Exercise ::
Go through the data line by line and count the lines that hold "index". Reply with the total only.

Exercise input ::
// crossCheck reports errors that involve more than one section.
func (p *parser) crossCheck(m *Model, raw *rawFile) error {
	reactant, ts := m.ReactantAndTS()
	rp := "molecules." + reactant.Name
	if reactant.Mass == 0 {
		return p.missing(rp+".mass", "the reactant's mass enters the collision frequency; give e.g. mass: 70.09 amu")
	}
	checks := []struct {
		m    *Molecule
		path string
	}{{reactant, rp}}
	if ts != nil {
		checks = append(checks, struct {
			m    *Molecule
			path string
		}{ts, "molecules." + ts.Name})
	}
	for _, c := range checks {
		if c.m.Vibrations == nil {
			return p.missing(c.path+".vibrations", "give the harmonic frequencies, e.g. vibrations: {unit: cm-1, values: [3010, 1450, 870]}")
		}
	}

	if m.Pressures != nil {
		if raw.Bath == nil {
			return p.missing("bath", "a pressure grid needs a bath gas, e.g. bath: {gas: Ar}")
		}
		if raw.EnergyTransfer == nil {
			return p.missing("energy-transfer", "a pressure grid needs an energy-transfer model, e.g. energy-transfer: {model: exponential-down, alpha-300: 250 cm-1}")
		}
	}
	if m.Pressures == nil {
		for i, f := range m.Fits {
			if f != "arrhenius" {
				fp := fmt.Sprintf("fits[%d]", i)
				return p.errAt(fp, p.index.byPath[fp], problemf("%s describes pressure dependence, but the grid has no pressures", f),
					"add grid.pressures, or fit only arrhenius")
			}
		}
	}

	g := m.EnergyGrid
	if g.Ceiling > 0 && ts != nil && g.Ceiling <= ts.E0 {
		return p.errAt("energy-grid.ceiling", p.index.byPath["energy-grid.ceiling"],
			problemf("at or below the barrier E0 = %s cm-1 of %s", fmtCm1(ts.E0), ts.Name),
			"the ceiling must lie well above E0; delete it to have it chosen automatically")
	}
	// Every other channel's threshold too: a channel above the ceiling would
	// silently never react.
	if g.Ceiling > 0 {
		for _, th := range m.thresholds() {
			if g.Ceiling <= th.e0 {
				return p.errAt("energy-grid.ceiling", p.index.byPath["energy-grid.ceiling"],
					problemf("at or below the threshold E0 = %s cm-1 of %s", fmtCm1(th.e0), th.name),
					"the ceiling must lie well above every channel's threshold; delete it to have it chosen automatically")
			}
		}
	}
	if err := p.checkThresholds(m); err != nil {
		return err
	}
	if err := p.checkTorsions(m); err != nil {
		return err
	}
	p.warnReducedTemperature(m)
	return p.checkFineGrain(m)
}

Answer to this exercise ::
3